Centro de Investigaciones Biológicas, CSIC , Ramiro de Maeztu 9, E-28040 Madrid, Spain.
Anaxomics Biotech , Balmes 89, 08008 Barcelona, Spain.
ICREA , Passeig Lluís Companys 23, E-08010 Barcelona, Spain.


Combining a computational analysis with site-directed mutagenesis, we have studied the long-range electron transfer pathway in versatile and lignin peroxidases, two enzymes of biotechnological interest that play a key role for fungal degradation of the bulky lignin molecule in plant biomass. The in silico study established two possible electron transfer routes starting at the surface tryptophan residue previously identified as responsible for oxidation of the bulky lignin polymer. Moreover, in both enzymes, a second buried tryptophan residue appears as a top electron transfer carrier, indicating the prevalence of one pathway. Site-directed mutagenesis of versatile peroxidase (from Pleurotus eryngii) allowed us to corroborate the computational analysis and the role played by the buried tryptophan (Trp244) and a neighbor phenylalanine residue (Phe198), together with the surface tryptophan, in the electron transfer.

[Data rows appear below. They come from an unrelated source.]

Spread (VARIANCE, STDDEV and their forms)
-----------------------------------------
Three measures: the count of values, ``centred_sum = sum(v - c)`` and ``centred_squares =
sum((v - c)^2)``, where v is a row's clamped value in step units (integers clamped, numbers
clamped then rounded to the step, so each term is an exact integer) and ``c = floor((lo +
hi) / 2)`` the range's centre in step units. Centring changes nothing the engine computes (the
variance ``(Q - S^2 / C) / (C - 1)`` is the same for any shift) but shrinks the sensitivities:
one row moves the centred sum by at most ``F = max(c - lo, hi - c)`` (about half of
``max(|lo|, |hi|)`` when the range starts at 0) and the sum of squares by at most ``F^2``
(instead of ``max(lo^2, hi^2)``). Row tables: those are the L1 sensitivities over all cells (one
row is in one cell). Tables with individuals: the centred measures belong to the rows bound R.
Their partials are scaled by the individual's factor ``w <= R / n_rows`` (rounded toward zero,
signs kept), so u's scaled centred sum adds up over all cells, in L1, to at most ``w * n_rows *
F <= R * F``, and its scaled squares to at most ``R * F^2``: the sensitivities are R times the
row's ``measure_multiples``. The chosen bound of rows, its clipped-away figure and the
composition are as above (the centred measures add nothing to a bound's subject).

Percentiles (histograms)
------------------------
A percentile plan adds one innermost key, ``floor(x / step) * step`` over the column's declared
range (narrowed by WHERE), and its one measure is ``count_values(x)``: the backend returns per
cell a histogram of the values in step buckets, never a value. Its L1 sensitivity over all
cells and buckets is that of a count: 1 on row tables, R with individuals. There, rounding each
(individual, cell, bucket) count toward zero would erase an individual's histogram (its counts
are mostly 0 or 1, and ``trunc(1 * w) = 0`` for any factor below 1), so a histogram is scaled by
cumulative rounding about the middle instead: with ``N_i`` the individual's running count over
its (cell, bucket) partials in ordinal order, partial i keeps ``floor(w N_i + 1/2) -
floor(w N_{i-1} + 1/2)``, computed as exact integer divisions (``_scaled`` with ``half``:
``floor(min(x, x B / T) + 1/2)`` is the minimum of ``x`` and ``div(2 x B + T, 2 T)``), and
``floor(w x + 1/2)`` is monotone in x, so each kept count is >= 0 and at most its raw count. The
kept counts telescope to ``floor(w n + 1/2) <= R`` over all cells and buckets (``w n <= R`` and
R is an integer), so the sensitivity is R as for any count. The half matters for which values
are kept: an individual thinned to k values keeps those at ranks about ``(j - 1/2) n / k`` of
its own, evenly spread (k = 1: its middle value), where plain floors would keep its top ones
(k = 1: its largest value) and push every percentile up. Every
other individual's kept counts come from its own rows only. The engine never releases the histogram: it selects each percentile by the
exponential mechanism, whose utility moves by at most the histogram's change in that cell; the
argument is in ``proxy.selection``. Values outside the declared range, like keys outside their
domains, fall in no bucket and are not ranked.

8. Few rows per individual, held by the database. The backend may enforce a unique key that
   contains the individual column (``unique_keys``: a PRIMARY KEY, UNIQUE constraint or unique
   index, valid, immediate, non-partial, on plain columns with their types' default btree
   equality and own collations, of an ordinary table without inheritance children, as
   ``proxy.backend`` reads it from the catalog; never the data owner's word; Spark reports
   none). Take such a key U = {individual, c_1, ..., c_k} where every c_i is the column of a
   GROUP BY key of the plan, or kept in its declared domain (10), and has a type taking only
   its declared values inside its declared domain (``countable_keys``: date for dates,
   smallint, integer or bigint for integers, text or character varying for categories,
   boolean). Every counted row lies in the cells, so its c_i lies in c_i's declared domain
   narrowed by the WHERE literals on c_i (``within``; for a kept column, ``keys.narrowings``
   of the WHERE): a key over c_i maps every other value to no cell (a key as written joins the
   declared values; a bucket is NULL outside the domain, ``proxy.sql.keys``), a kept column's
   other values are not counted (10), and a row failing a WHERE conjunct is not counted. Call
   D_i that narrowed domain. Two rows of one individual agree on the
   individual column, so they differ in some c_i by the key's equality, and two values equal
   to one declared value are equal to each other (the guards and joins compare with that
   equality or with the finer equality of their text): an individual has at most ``K =
   prod |D_i|`` counted rows (K = 1 for a key of the individual column alone). FILTER and the
   WHERE only remove rows.

   When K <= most_rows and no bound of the plan is chosen (all declared: always so for
   most_rows = 1), and the plan reads one table without a percentile histogram, the
   per-individual steps are skipped: the query is the row tables' one over the rows whose
   individual is not NULL (as in 1), with each declared bound's value and a clipped-away total
   of 0 appended, so that the engine reads, noises and states the same things as on the
   per-individual path.

   Same measures. In step 2 every individual has ``n_rows <= K <= most_rows = R``, and for a
   sum ``tot = sum over cells |partial| <= n_rows * M <= T`` (each partial of n rows lies in
   [n lo, n hi] in step units: the rounding to steps is monotone and commutes with integer
   shifts; T = most_rows * max(1, |lo|, |hi|)); the centred measures have no bound of their
   own. So ``w = 1`` and every partial is kept whole (the cumulative rounding of 4 keeps
   ``f(N_i) - f(N_{i-1}) = p_i`` when f is the identity, with or without the half): the cells
   equal the row query's counts and sums over the same rows, nothing is clipped (the declared
   clipped figure is never noised or shown), and COUNT(DISTINCT individual) counts each
   individual in every cell holding one of its rows (its per-individual test ``touched <= R``
   holds, touched <= n_rows). One difference: a numeric column's clamped values are turned
   into step units once per cell here, not once per (individual, cell): closer to the exact
   sum, and equal wherever the values are multiples of the step (numeric(7, 1) litres in steps
   of 0.1).
   A chosen bound takes the per-individual path: it could fall below an individual's total and
   clip (and chosen bounds usually lie below K, so the key would seldom help there).

   Same noise. Neighbours differ by one individual's rows, at most K of them counted, so the
   answer moves by at most K <= R (counts), at most ``min(K, cells) <= min(R, cells)``
   (distinct individuals) and, for a sum, in each cell c by at most ``n_c M`` (the cell's
   rounding to steps is monotone and commutes with integer shifts, and n_c M is an integer),
   in all at most ``n_rows M <= K M <= T``. The noise stays scaled to the declared
   sensitivities R, T, min(R, cells) and R times a centred measure's multiple (each of u's
   rows moves a centred measure by at most the multiple), which are at least these: the stated
   sensitivity is unchanged and still an upper bound; but for the numeric rounding above, the
   answer's distribution is the per-individual path's.
   The key is read when a table is first planned and again after a policy reload; a constraint
   dropped on a running proxy needs a reload (as any change of a source's columns does).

These three aromatic residues are highly conserved in all the sequences analyzed (up to a total of 169). The importance of the surface (Trp171) and buried (Trp251) tryptophan residues in lignin peroxidase has been also confirmed by directed mutagenesis of the Phanerochaete chrysosporium enzyme. Overall, the combined procedure identifies analogous electron transfer pathways in the long-range oxidation mechanism for both ligninolytic peroxidases, constituting a good example of how computational analysis avoids making extensive trial-error mutagenic experiments.